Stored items
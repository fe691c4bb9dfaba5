"""The first sentence of a check: the slip, how the frames lie when it is put right, and the clock beyond it."""

from __future__ import annotations

from types import SimpleNamespace

import numpy as np

from imaging.track.findings import Finding
from imaging.track.result import CheckResult
from imaging.track.table import TrackRow

ZONE = (
    "The frames' times are 1 h ahead of UTC: a time zone or daylight saving was left in. "
    "Read them with --zone +01:00."
)


def checked(name, sentence="", clock_s=0.0, offset_s=0.4, explained=True, verdict="on-track"):
    reading = SimpleNamespace(name=name, clock_s=clock_s)
    findings = (Finding(name, 1e6, sentence),) if sentence else ()
    return CheckResult(
        title="Mercury crosses the Sun",
        family="solar-transit",
        target="mercury",
        reference="sun",
        plan_name="p.plan.yaml",
        rows=tuple(TrackRow(file=f"{n}.fits", verdict=verdict) for n in range(12)),
        times_tt_s=np.arange(12.0),
        set_aside=(),
        diagnosis=SimpleNamespace(reading=reading, explained=explained),
        findings=findings,
        clock_offset_s=offset_s,
        clock_offset_sigma_s=0.5,
        rms_along_arcsec=0.03,
        rms_across_arcsec=0.04,
    ).verdict


def test_frames_that_follow_the_plan():
    assert checked("plain") == (
        "Mercury is on its predicted path in all 12 frames, to 0.05 arcsec rms; the frames' clock is right as far as "
        "they tell (offset 0.40 ± 0.50 s)."
    )


def test_a_slip_comes_first_and_the_clock_is_told_beyond_it():
    assert checked("zone", ZONE, 3600.0, 3607.3) == (
        "The frames' times are 1 h ahead of UTC: a time zone or daylight saving was left in; read so, Mercury is on "
        "its predicted path in all 12 frames, to 0.05 arcsec rms; the clock beyond that is 7.30 ± 0.50 s fast."
    )


def test_another_body_is_not_said_to_be_on_the_path_of_the_target():
    told = checked(
        "wrong-body", "What was measured moves as Venus does: it is Venus, not Mercury.", verdict="off-track"
    )
    assert told == "What was measured moves as Venus does: it is Venus, not Mercury (in 12 frames)."


def test_nothing_is_promised_of_frames_that_nothing_explains():
    told = checked(
        "unexplained", "The measured places do not follow the prediction of Mercury.", explained=False
    )
    assert told == "The measured places do not follow the prediction of Mercury."


def test_a_clock_that_is_an_odd_amount_off_is_told_with_its_number():
    told = checked("clock-far-off", "The frames' clock is off by an odd amount.", 900.0, 1000.0)
    assert told.endswith("the frames' clock is 1000.00 ± 0.50 s fast.")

- _Exercise requirements_: Write out every entry again, keeping each line exactly the same.

- _Reply_:
repository fe691c4bb9dfaba5
"""The first sentence of a check: the slip, how the frames lie when it is put right, and the clock beyond it."""

from __future__ import annotations

from types import SimpleNamespace

import numpy as np

from imaging.track.findings import Finding
from imaging.track.result import CheckResult
from imaging.track.table import TrackRow

ZONE = (
    "The frames' times are 1 h ahead of UTC: a time zone or daylight saving was left in. "
    "Read them with --zone +01:00."
)


def checked(name, sentence="", clock_s=0.0, offset_s=0.4, explained=True, verdict="on-track"):
    reading = SimpleNamespace(name=name, clock_s=clock_s)
    findings = (Finding(name, 1e6, sentence),) if sentence else ()
    return CheckResult(
        title="Mercury crosses the Sun",
        family="solar-transit",
        target="mercury",
        reference="sun",
        plan_name="p.plan.yaml",
        rows=tuple(TrackRow(file=f"{n}.fits", verdict=verdict) for n in range(12)),
        times_tt_s=np.arange(12.0),
        set_aside=(),
        diagnosis=SimpleNamespace(reading=reading, explained=explained),
        findings=findings,
        clock_offset_s=offset_s,
        clock_offset_sigma_s=0.5,
        rms_along_arcsec=0.03,
        rms_across_arcsec=0.04,
    ).verdict


def test_frames_that_follow_the_plan():
    assert checked("plain") == (
        "Mercury is on its predicted path in all 12 frames, to 0.05 arcsec rms; the frames' clock is right as far as "
        "they tell (offset 0.40 ± 0.50 s)."
    )


def test_a_slip_comes_first_and_the_clock_is_told_beyond_it():
    assert checked("zone", ZONE, 3600.0, 3607.3) == (
        "The frames' times are 1 h ahead of UTC: a time zone or daylight saving was left in; read so, Mercury is on "
        "its predicted path in all 12 frames, to 0.05 arcsec rms; the clock beyond that is 7.30 ± 0.50 s fast."
    )


def test_another_body_is_not_said_to_be_on_the_path_of_the_target():
    told = checked(
        "wrong-body", "What was measured moves as Venus does: it is Venus, not Mercury.", verdict="off-track"
    )
    assert told == "What was measured moves as Venus does: it is Venus, not Mercury (in 12 frames)."


def test_nothing_is_promised_of_frames_that_nothing_explains():
    told = checked(
        "unexplained", "The measured places do not follow the prediction of Mercury.", explained=False
    )
    assert told == "The measured places do not follow the prediction of Mercury."


def test_a_clock_that_is_an_odd_amount_off_is_told_with_its_number():
    told = checked("clock-far-off", "The frames' clock is off by an odd amount.", 900.0, 1000.0)
    assert told.endswith("the frames' clock is 1000.00 ± 0.50 s fast.")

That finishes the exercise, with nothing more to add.